MySQL 5.7 support external fulltext plugin for tables in InnoDB storage engine, you can build a real time search solution in few minutes. For 1 million documents table, MySQL can offer about 2000 QPS for fulltext search queries by a testing about two years ago (writing the plugin for MySQL 5.6 and 5.7.3). We checked several chinese tokenizer libarys and finally choosed the friso project based on the quanlity and performance. Since MySQL 5.7 is GA now, I updated the fulltext plugin with latest friso code.

You can download the plugin and extract it to the MySQL home directory.
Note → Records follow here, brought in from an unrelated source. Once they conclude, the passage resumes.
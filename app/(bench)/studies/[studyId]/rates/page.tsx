import type { Metadata } from "next";
import { database } from "@/app/_server/database";
import { openStudy } from "@/app/_server/study";
import { ButtonLink } from "@/app/_ui/button";
import { EmptyState } from "@/app/_ui/empty-state";
import { Sheet as Paper } from "@/app/_ui/sheet";
import { analyseStudy } from "@/app/_worksheet/analyse-study";
import { sweepWindowEnd } from "@/app/_worksheet/sweep-window-end";
import { readTrace } from "@/db/trace/read-trace";
import { RatesBench } from "./_components/rates-bench";
import { ratesView, runRateView, selectRun } from "./view";

export const metadata: Metadata = { title: "Rates" };

/** The initial rate of every run, and one run's trace with how its rate came about. */
export default async function RatesPage({
  params,
  searchParams,
}: {
  params: Promise<{ studyId: string }>;
  searchParams: Promise<{ run?: string | string[] }>;
}) {
  const { studyId } = await params;
  const { sheet, revision, canEdit } = await openStudy(studyId);
  const db = database();
  const analysis = await analyseStudy(db, sheet);
  const { run: asked } = await searchParams;
  const label = typeof asked === "string" ? asked : undefined;
  const selected = selectRun(analysis, label);
  if (selected === null && label !== undefined && analysis.runs.length > 0)
    return (
      <Paper title={`No run is called ${label}`}>
        <EmptyState
          title="It is not on the run sheet"
          actions={
            <>
              <ButtonLink kind="primary" href={`/studies/${studyId}/rates`}>
                See all rates
              </ButtonLink>
              <ButtonLink href={`/studies/${studyId}/runs`}>Open the run sheet</ButtonLink>
            </>
          }
        >
          It may have another label by now, or lie in the bin below the run sheet.
        </EmptyState>
      </Paper>
    );
  if (selected === null)
    return (
      <Paper title="No run has a rate yet">
        <EmptyState
          title="No traces yet"
          actions={
            <ButtonLink kind="primary" href={`/studies/${studyId}/runs/import`}>
              Import traces
            </ButtonLink>
          }
        >
          A rate is read from the start of a trace: eight readings or more while the first tenth of the
          reaction runs are enough to begin with.
        </EmptyState>
      </Paper>
    );
  const row = sheet.runs.find((run) => run.id === selected.runId);
  const stored = row === undefined || row.trace === null ? null : await readTrace(db, row.trace.sha256);
  const sweep =
    row !== undefined && selected.rate.kind === "estimated"
      ? await sweepWindowEnd(db, row, selected.rate.initialRate)
      : [];
  return (
    <RatesBench
      key={selected.runId}
      studyId={studyId}
      revision={revision}
      canEdit={canEdit}
      rates={ratesView(sheet, analysis)}
      run={runRateView(sheet, analysis, selected, stored, sweep)}
    />
  );
}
And then copy the “ft_friso.so” file to the plugin directory.  Then run the following with root access in MySQL.

mysql> INSTALL PLUGIN friso SONAME 'ft_friso.so';

Make sure that the following two parameters are set to value “1”, as the default value “3” means it will not index the word less than 3 words, the default value is not proper for chinsese tokenizer.

mysql> show variables like '%min_word_len';
+-----------------+-------+
| Variable_name   | Value |
+-----------------+-------+
| ft_min_word_len | 1     |
+-----------------+-------+
1 row in set (0.00 sec)

mysql> show variables like '%min_token_size';
+--------------------------+-------+
| Variable_name            | Value |
+--------------------------+-------+
| innodb_ft_min_token_size | 1     |
+--------------------------+-------+
1 row in set (0.00 sec)

Now we can create a table for testing, the charset of the testing table must be either “UTF8” or “GBK”.
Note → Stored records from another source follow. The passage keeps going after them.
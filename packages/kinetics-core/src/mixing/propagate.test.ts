import { describe, expect, it } from "vitest";
import { concentrationBudget, concentrationCovariance } from "./covariance";
import { chained, run, solute, stock } from "./example-sheets";
import { mixRuns } from "./mix-runs";
import type { MixingInput, RunMixture } from "./mixing";

describe("uncertainty", () => {
  const mixing = mixRuns(chained);

  /** Concentrations with one number of the input moved. */
  function movedBy(change: (input: MixingInput) => MixingInput, label: string, species: string): number {
    return run(mixRuns(change(chained)), label).concentrations[species] ?? Number.NaN;
  }

  function scaledVolumes(runs: readonly RunMixture[], factors: (label: string, place: number) => number) {
    return runs.map((one) => ({
      ...one,
      portions: one.portions.map((portion, place) => ({
        ...portion,
        volume: portion.volume * factors(one.label, place),
      })),
    }));
  }

  function effect(name: string, label: string, species: string): number {
    const found = run(mixing, label).effects.filter((one) => mixing.sources[one.source]?.name === name);
    return Math.hypot(...found.map((one) => one.concentrations[species] ?? 0));
  }

  it.each([
    ["R01", "A"],
    ["R02", "A"],
  ])("a stock's error moves %s in proportion to what it gives", (label, species) => {
    const more = movedBy(
      (input) => ({
        ...input,
        solutions: input.solutions.map((one) => (one.name === "A" ? stock("A", solute("A", 0.101)) : one)),
      }),
      label,
      species,
    );
    const now = run(mixing, label).concentrations[species] ?? 0;
    expect(effect("Stock A", label, species)).toBeCloseTo(more - now, 12);
  });

  it("volumes of a run act on every species by the difference that they make", () => {
    for (const label of ["R01", "R02"]) {
      for (const species of ["A", "B"]) {
        const now = run(mixing, label).concentrations[species] ?? 0;
        const parts = [0, 1, 2].map((place) => {
          const portion = chained.runs.find((one) => one.label === label)?.portions[place];
          const relative = (portion?.standardUncertainty ?? 0) / (portion?.volume ?? 1);
          const moved = (by: number) =>
            movedBy(
              (input) => ({
                ...input,
                runs: scaledVolumes(input.runs, (of, at) => (of === label && at === place ? 1 + by : 1)),
              }),
              label,
              species,
            );
          return ((moved(1e-5) - moved(-1e-5)) / 2e-5) * relative;
        });
        const mark = label === "R02" ? (now * 0.03) / 25 : 0;
        expect(effect(`Volumes of ${label}`, label, species) / Math.hypot(...parts, mark)).toBeCloseTo(1, 8);
      }
    }
  });

  it("a device acts through every delivery it made, with the same error", () => {
    const factor = 1 + 1e-5;
    const moved = movedBy(
      (input) => ({
        ...input,
        solutions: input.solutions.map((one) =>
          one.kind === "mixture"
            ? { ...one, portions: one.portions.map((p) => ({ ...p, volume: p.volume * factor })) }
            : one,
        ),
        runs: scaledVolumes(input.runs, (label, place) => (label === "R02" && place !== 1 ? factor : 1)),
      }),
      "R02",
      "A",
    );
    const now = run(mixing, "R02").concentrations.A ?? 0;
    expect(effect("Calibration of pipette", "R02", "A") / (((moved - now) / 1e-5) * 0.004)).toBeCloseTo(1, 4);
  });

  it("a device that delivers every portion of a sum cancels", () => {
    const both = mixRuns({
      ...chained,
      runs: [
        {
          label: "R01",
          portions: [
            { solution: "B", volume: 3, device: "pipette" },
            { solution: null, volume: 5, device: "pipette" },
          ],
          total: { kind: "sum" },
        },
      ],
    });
    const names = run(both, "R01").effects.map((one) => both.sources[one.source]?.name);
    expect(names).toEqual(["Stock B, B", "Stock B, salt"]);
  });

  it("the sources of a concentration add up to its standard uncertainty", () => {
    for (const label of ["R01", "R02"]) {
      const row = run(mixing, label);
      const budget = concentrationBudget(mixing, { label, species: "A" });
      const total = Math.hypot(...budget.map((line) => line.relative));
      expect(total * (row.concentrations.A ?? 0)).toBeCloseTo(row.standardUncertainties.A ?? 0, 15);
    }
    expect(concentrationBudget(mixing, { label: "R02", species: "A" }).map((line) => line.source)).toEqual(
      expect.arrayContaining(["Stock A", "Dilution A/10", "Calibration of pipette", "Volumes of R02"]),
    );
    expect(concentrationBudget(mixing, { label: "no such run", species: "A" })).toEqual([]);
  });

  it("runs from one stock vary together, and by nothing else", () => {
    const plain = mixRuns({
      solutions: [stock("A", solute("A", 0.1, 0.01))],
      runs: [1, 2].map((volume) => ({
        label: `R0${volume}`,
        portions: [{ solution: "A", volume, standardUncertainty: 0.01 }],
        total: { kind: "mark", volume: 10 },
      })),
    });
    const covariance = concentrationCovariance(plain, [
      { label: "R01", species: "A" },
      { label: "R02", species: "A" },
    ]);
    expect(covariance?.[0]?.[1]).toBeCloseTo(0.01 * 0.02 * 0.01 ** 2, 15);
    expect(covariance?.[0]?.[0]).toBeCloseTo(0.01 ** 2 * (0.01 ** 2 + 0.01 ** 2), 15);
    expect(concentrationCovariance(plain, [{ label: "R03", species: "A" }])).toBeNull();
  });
});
mysql> create table t_fulltext (
    ->   id int not null primary key,
    ->   doc varchar(100)) charset utf8;
Query OK, 0 rows affected (0.33 sec)

mysql> create fulltext index idx_t_fulltext
    ->    on t_fulltext(doc)
    ->    with parser friso;
Query OK, 0 rows affected, 1 warning (1.19 sec)
Records: 0  Duplicates: 0  Warnings: 1

And insert few rows.

mysql> insert into t_fulltext values (1, '中文Search');
Query OK, 1 row affected (0.46 sec)

Now you can run fulltext query with “MATCH (…) AGAINST (…)” syntax, visit MySQL document for more information.
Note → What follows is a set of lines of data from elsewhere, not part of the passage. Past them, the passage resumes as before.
import { workedOut } from "@/app/_worksheet/worked-out";
import type { Handle } from "@/db/database";
import type { Actor } from "@/db/member/actor";
import { type NewRun, type RunEdit, withRuns } from "@/db/run/run.commands";
import type { SheetRun } from "@/db/sheet/sheet.schema";
import { type Apply, type ChangeResult, type ChangeTarget, changeStudy } from "@/db/study/change-study";
import type { Cells } from "./run-row";
import type { RowEdit } from "./schema";

/** By row key, then by column id: what is wrong. */
export type RowsRefusal = Readonly<Record<string, Readonly<Record<string, string>>>>;

interface RowsWanted {
  readonly rows: readonly RowEdit[];
  /** Ids by row key; those of new rows are fresh. */
  readonly runIds: Readonly<Record<string, string>>;
  readonly reader: RowReader;
}

/** How the texts of a row become a run: the run sheet and the mixing table read different columns. */
export interface RowReader {
  readonly edit: (cells: Cells, before: SheetRun) => { readonly faults: Cells; readonly edit: RunEdit };
  readonly make: (row: RowEdit, id: string) => { readonly faults: Cells; readonly run: NewRun };
}

/** Edits rows and adds new ones as one change, or says which cells are not read. */
export async function changeRows(
  db: Handle,
  actor: Actor,
  target: ChangeTarget,
  { rows, runIds, reader }: RowsWanted,
): Promise<ChangeResult | { readonly faults: RowsRefusal }> {
  let faults: Record<string, Readonly<Record<string, string>>> = {};
  const apply: Apply = (sheet) => {
    faults = {};
    const edits = new Map<string, RunEdit>();
    const added: NewRun[] = [];
    for (const row of rows) {
      const before = row.runId === null ? null : (sheet.runs.find((run) => run.id === row.runId) ?? null);
      if (row.runId !== null && before === null) {
        return { refused: "One of the runs is not in this study any more. Load the page again." };
      }
      const id = runIds[row.key];
      if (before === null && id !== undefined) {
        const made = reader.make(row, id);
        added.push(made.run);
        if (Object.keys(made.faults).length > 0) faults[row.key] = made.faults;
      } else if (before !== null) {
        const reading = reader.edit(row.cells, before);
        edits.set(before.id, reading.edit);
        if (Object.keys(reading.faults).length > 0) faults[row.key] = reading.faults;
      }
    }
    if (Object.keys(faults).length > 0) return { refused: "Some cells are not read." };
    const edited = { ...sheet, runs: sheet.runs.map((run) => ({ ...run, ...edits.get(run.id) })) };
    return added.length === 0 ? edited : withRuns(added)(edited);
  };
  const result = await changeStudy(db, actor, target, noteOf(rows), apply, workedOut);
  return Object.keys(faults).length > 0 ? { faults } : result;
}

function noteOf(rows: readonly RowEdit[]) {
  const added = rows.filter((row) => row.runId === null).map((row) => row.cells.label ?? "a run");
  const edited = new Set(rows.flatMap((row) => (row.runId === null ? [] : [row.runId])));
  const verb = added.length === 0 ? "run edited" : "runs added";
  return {
    verb,
    summary: (before: { runs: readonly { id: string; label: string }[] }) => {
      const names = before.runs.flatMap((run) => (edited.has(run.id) ? [run.label] : []));
      return [named(names, "edited"), named(added, "added")].filter((part) => part !== "").join(" ");
    },
  };
}

function named(labels: readonly string[], done: string): string {
  if (labels.length === 0) return "";
  if (labels.length > 6)
    return `${labels.slice(0, 5).join(", ")} and ${labels.length - 5} more runs ${done}.`;
  const last = labels.at(-1) ?? "";
  return `${labels.length === 1 ? last : `${labels.slice(0, -1).join(", ")} and ${last}`} ${done}.`;
}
mysql> select * from t_fulltext
    ->   where match(doc) against ('search');
+----+------------+
| id | doc        |
+----+------------+
|  1 | 中文Search |
+----+------------+
1 row in set (0.00 sec)

mysql> select * from t_fulltext
    ->   where match(doc) against ('中文');
+----+------------+
| id | doc        |
+----+------------+
|  1 | 中文Search |
+----+------------+
1 row in set (0.00 sec)

If you have lot’s of document need to be searched in MySQL, you can sharding the tables out to multiple MySQL databases with OneProxy, or build multiple slaves for load balance with OneProxy.